# Oh dear....tempted by a Petsmart rat



## Pixxie (Jun 3, 2012)

So I went to Petsmart today for more bedding and rat food, and sitting in the rat cage I see what appears to be an all-white dumbo rat who is sleeping. Then he moves a bit and I realize he is actually a Himalayan rat! I seriously have wanted one since I have wanted rats, but they are next to impossible to get around where I live, and I have never seen a dumbo one. I was able to handle him and he took this quite nicely with little squirming, even letting me rat-phone him. He appeared healthy (none of the usual sickness signs). I do happen to have a spare cage and will have plenty of time to do introductions.
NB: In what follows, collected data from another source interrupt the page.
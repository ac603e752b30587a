package quant

import (
	"math"
	"math/big"
	"math/rand/v2"
	"testing"

	"github.com/plumbref/plumb/internal/expect"
	"github.com/plumbref/plumb/internal/expect/ensure"
)

// block returns a block of e with the given scale pattern and element
// patterns (the rest 0).
func block(e Element, scale uint8, bits ...uint8) MXBlock {
	b := MXBlock{Element: e, Scale: scale}
	copy(b.Bits[:], bits)
	return b
}

func TestMXElementTables(t *testing.T) {
	// OCP MX v1.0 §5.3.3, the FP4 E2M1 table: patterns 0x0–0x7 are
	// 0, 0.5, 1, 1.5, 2, 3, 4, 6, and 0x8–0xF their negatives.
	b := block(ElemE2M1, 127, 0, 1, 2, 3, 4, 5, 6, 7, 8, 9, 10, 11, 12, 13, 14, 15)
	v, err := DecodeMX([]MXBlock{b})
	ensure.NoError(t, err)
	expect.Equal(t, []float64{0, 0.5, 1, 1.5, 2, 3, 4, 6}, v[:8])
	expect.Equal(t, []float64{0, -0.5, -1, -1.5, -2, -3, -4, -6}, v[8:16])
	expect.True(t, math.Signbit(v[8]), "0x8 is −0")
	// OCP MX v1.0 §5.3.2, FP6: E2M3 max normal 0x1F = 2^2·1.875 = 7.5,
	// smallest subnormal 0x01 = 2^0·2^−3 = 0.125; E3M2 max normal 0x1F =
	// 2^4·1.75 = 28, smallest subnormal 0x01 = 2^−2·2^−2 = 0.0625;
	// 0x20 is −0 in both.
	for _, c := range []struct {
		e             Element
		max, minSub   float64
		minNormalBits uint8
		minNormal     float64
	}{{ElemE2M3, 7.5, 0.125, 0x08, 1}, {ElemE3M2, 28, 0.0625, 0x04, 0.25}} {
		v, err := DecodeMX([]MXBlock{block(c.e, 127, 0x1F, 0x01, c.minNormalBits, 0x3F, 0x20)})
		ensure.NoError(t, err)
		expect.Equal(t, []float64{c.max, c.minSub, c.minNormal, -c.max, 0}, v[:5], c.e)
		expect.Equal(t, c.max, c.e.Max())
	}
	// MXINT8 (from memory): pattern q means q·2^−6; 0x7F = 127/64 and
	// 0x80 = −2.
	v, err = DecodeMX([]MXBlock{block(ElemInt8, 127, 0x40, 0x7F, 0x80, 0xFF)})
	ensure.NoError(t, err)
	expect.Equal(t, []float64{1, 1.984375, -2, -1.0 / 64}, v[:4])
	// E8M0: 0xFF is NaN; 0 is 2^−127; 128 is 2.
	v, err = DecodeMX([]MXBlock{block(ElemE2M1, 0xFF, 2), block(ElemE2M1, 0, 2), block(ElemE2M1, 128, 2)})
	ensure.NoError(t, err)
	expect.True(t, math.IsNaN(v[0]))
	expect.Equal(t, math.Ldexp(1, -127), v[32])
	expect.Equal(t, 2.0, v[64])
}

func TestMXEveryPatternRoundTrips(t *testing.T) {
	for _, e := range Element(0).Values() {
		d := &elems[e]
		for p := range 1 << d.width {
			v, ok := d.decode(uint8(p))
			ensure.True(t, ok)
			if math.IsNaN(v) || math.IsInf(v, 0) {
				continue
			}
			if v == -2 && e == ElemInt8 {
				// MXINT8's −2 is a pattern, but conversion saturates at
				// ±max = ±127/64 (§6.3, from memory), so never produces it.
				expect.Equal(t, -1.984375, d.round(v))
				continue
			}
			expect.Equal(t, v, d.round(v), "%v pattern %#x is a value of the format", e, p)
			if got := d.encode(v); got != uint8(p) && !(v == 0 && e == ElemInt8) {
				t.Errorf("%v: encode(decode(%#x) = %v) = %#x", e, p, v, got)
			}
		}
		_, ok := d.decode(uint8(1) << d.width)
		expect.Equal(t, d.width == 8, ok, "%v: a pattern wider than the format", e)
	}
}

// full returns a block's 32 inputs: the given ones, then zeros.
func full(x ...float64) []float64 { return append(x, make([]float64, MXBlockSize-len(x))...) }

func TestEncodeMXWorkedValues(t *testing.T) {
	// Hand derivations by the rule of OCP MX v1.0 §6.3 (E = ⌊log₂ amax⌋ −
	// emax) and the E2M1 table (emax 2):
	//   amax 6: E = 2 − 2 = 0, X = 1. 2.5 lies between 2 (fraction 0) and 3
	//   (fraction 1): to even, 2. 5 between 4 and 6: 4. 0.25 between 0 and
	//   0.5 (pattern 1): 0. 0.75 between 0.5 (pattern 1) and 1 (pattern 2):
	//   1. 7 saturates to 6… but 7 would raise amax; 5.9 rounds to 6.
	b, err := EncodeMX(full(6, 2.5, 5, 0.25, 0.75, -5.9), ElemE2M1)
	ensure.NoError(t, err)
	expect.Equal(t, uint8(127), b[0].Scale)
	v, _ := DecodeMX(b)
	expect.Equal(t, []float64{6, 2, 4, 0, 1, -6}, v[:6])
	//   amax 7: E = 0, 7 saturates to 6 (max normal).
	//   amax 0.7: ⌊log₂ 0.7⌋ = −1, E = −3, X = 1/8; 0.7·8 = 5.6 → 6 → 0.75.
	b, err = EncodeMX(append(full(7), full(0.7)...), ElemE2M1)
	ensure.NoError(t, err)
	expect.Equal(t, []uint8{127, 124}, []uint8{b[0].Scale, b[1].Scale})
	v, _ = DecodeMX(b)
	expect.Equal(t, []float64{6, 0.75}, []float64{v[0], v[32]})
	// E4M3 (emax 8): amax 1 gives E = −8, 1·2^8 = 256, an E4M3 value.
	b, err = EncodeMX(full(1, 0.001), ElemE4M3)
	ensure.NoError(t, err)
	expect.Equal(t, uint8(127-8), b[0].Scale)
	// 0.001·256 = 0.256 in E4M3: binade [2^−2, 2^−1), spacing 2^−5;
	// 0.256·32 = 8.192 → 8 → 0.25 → 0.25/256 = 2^−10.
	v, _ = DecodeMX(b)
	expect.Equal(t, []float64{1, math.Ldexp(1, -10)}, v[:2])
	// MXINT8 (emax 0, from memory): amax 1.99: E = 0; 1.99·64 = 127.36 →
	// 127 → 1.984375; 0.5 → 32/64.
	b, err = EncodeMX(full(1.99, -0.5), ElemInt8)
	ensure.NoError(t, err)
	v, _ = DecodeMX(b)
	expect.Equal(t, []float64{1.984375, -0.5}, v[:2])
	// FP6 E2M3 (emax 2): amax 7.5 → E = 0, 7.5 is the max normal.
	// E3M2 (emax 4): amax 28 → E = 0.
	for _, c := range []struct {
		e Element
		m float64
	}{{ElemE2M3, 7.5}, {ElemE3M2, 28}} {
		b, err = EncodeMX(full(c.m, -c.m), c.e)
		ensure.NoError(t, err)
		v, _ = DecodeMX(b)
		expect.Equal(t, []float64{c.m, -c.m}, v[:2], c.e)
		expect.Equal(t, uint8(127), b[0].Scale, c.e)
	}
	// Special cases.
	b, err = EncodeMX(full(), ElemE2M1)
	ensure.NoError(t, err)
	expect.Equal(t, uint8(0), b[0].Scale, "a block of zeros")
	b, err = EncodeMX(full(1, math.Inf(1)), ElemE2M1)
	ensure.NoError(t, err)
	expect.Equal(t, uint8(0xFF), b[0].Scale, "an infinite input gives the NaN scale")
	_, err = EncodeMX(full(math.Ldexp(1, 200)), ElemE2M1)
	expect.ErrorIs(t, err, ErrValue, "2^200: E = 198 > 127")
	_, err = EncodeMX(make([]float64, 31), ElemE2M1)
	expect.ErrorIs(t, err, ErrLength)
	_, err = EncodeMX32(make([]float32, 32), 17)
	expect.ErrorIs(t, err, ErrOption)
	_, err = DecodeMX([]MXBlock{block(ElemE2M1, 127, 0x10)})
	expect.EqualError(t, err, "quant: code out of range: DecodeMX: blocks[0].Bits[0] = 0x10; want at most the 4 bits of e2m1")
}

// mxInputs returns n values of magnitudes spread over 2^±30.
func mxInputs(r *rand.Rand, n int) []float64 {
	x := make([]float64, n)
	for i := range x {
		x[i] = r.NormFloat64() * math.Ldexp(1, (i/MXBlockSize)%60-30)
		if r.IntN(8) == 0 {
			x[i] *= 1000 // an outlier, so that others fall to subnormals or 0
		}
	}
	return x
}

func TestMXRoundTripWithinBound(t *testing.T) {
	r := rand.New(rand.NewPCG(7, 8))
	x := mxInputs(r, 64*MXBlockSize)
	x32 := make([]float32, len(x))
	for i := range x {
		x32[i] = float32(x[i])
		x[i] = float64(x32[i])
	}
	for _, e := range Element(0).Values() {
		b, err := EncodeMX(x, e)
		ensure.NoError(t, err)
		b32, err := EncodeMX32(x32, e)
		ensure.NoError(t, err)
		expect.Equal(t, b, b32, "EncodeMX32 is EncodeMX of the widened values")
		v, err := DecodeMX(b)
		ensure.NoError(t, err)
		bound, err := BoundMX(b)
		ensure.NoError(t, err)
		for i := range x {
			d := new(big.Rat).Sub(rat(x[i]), rat(v[i]))
			if d.Abs(d).Cmp(rat(bound[i])) > 0 {
				t.Fatalf("%v: x[%d] = %v decodes to %v, beyond the bound %v", e, i, x[i], v[i], bound[i])
			}
		}
		// The element of largest magnitude is in the top binade of the format
		// or saturated: |P| ≥ 2^emax.
		for j := range b {
			top := 0.0
			for i := range MXBlockSize {
				top = max(top, math.Abs(v[j*MXBlockSize+i]))
			}
			expect.GreaterOrEqual(t, top, math.Ldexp(1, int(b[j].Scale)-127+elems[e].emax), "%v block %d", e, j)
		}
	}
}

func TestDotMXIsTheExactDotRoundedOnce(t *testing.T) {
	// Hand derivation: 32 E2M1 elements of 6 on X = 1, times 32 of 6 on
	// X = 2: 2·32·36 = 2304.
	a := MXBlock{Element: ElemE2M1, Scale: 127}
	b := MXBlock{Element: ElemE2M1, Scale: 128}
	for i := range a.Bits {
		a.Bits[i], b.Bits[i] = 7, 7
	}
	got, err := DotMX([]MXBlock{a}, []MXBlock{b})
	ensure.NoError(t, err)
	expect.Equal(t, 2304.0, got)

	r := rand.New(rand.NewPCG(9, 10))
	for _, ea := range Element(0).Values() {
		for _, eb := range Element(0).Values() {
			xa, err := EncodeMX(mxInputs(r, 8*MXBlockSize), ea)
			ensure.NoError(t, err)
			xb, err := EncodeMX(mxInputs(r, 8*MXBlockSize), eb)
			ensure.NoError(t, err)
			got, err := DotMX(xa, xb)
			ensure.NoError(t, err)
			va, _ := DecodeMX(xa)
			vb, _ := DecodeMX(xb)
			exact := new(big.Rat)
			for i := range va {
				exact.Add(exact, new(big.Rat).Mul(rat(va[i]), rat(vb[i])))
			}
			want, _ := exact.Float64() // nearest, ties to even
			expect.Equal(t, want, got, "%v · %v", ea, eb)
		}
	}
	_, err = DotMX(make([]MXBlock, 1), nil)
	expect.ErrorIs(t, err, ErrLength)
	got, err = DotMX([]MXBlock{{Element: ElemE2M1, Scale: 0xFF}}, []MXBlock{a})
	ensure.NoError(t, err)
	expect.True(t, math.IsNaN(got), "a NaN scale")
}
My boys are about the same size, so I am not too worried about anyone getting unduly picked on. Their cage is also plenty big enough for an addition after introductions. 

I am very tempted by this boy (he is certainly a boy, I made sure! ), but I am really reluctant to support the pet mills. I drove quite a ways to get my boys from a breeder so that I wouldn't support a mill. I also lack the space for true quarantine (as in separate airspaces). I know plenty of people on this forum have not done proper quarantine without disaster, but I also know that it could very well lead to disaster. A small risk, I believe, but still a risk. And as always, though he appears healthy and friendly, he really may not be. In short, while it seems like a good idea, I want other people's honest opinions. You seriously won't offend me.


----------



## elliriyanna (Jul 27, 2011)

I hate supporting them too and its very hard to find himilayans and Siamese here as well ... I personally would wait and look on classifieds and such. But at least it's petsmart and they are decent to their animals. I just wish they were wiser about where they get their small animalsCan you do a qt at a friends house if you did decide to get him?


----------



## Pixxie (Jun 3, 2012)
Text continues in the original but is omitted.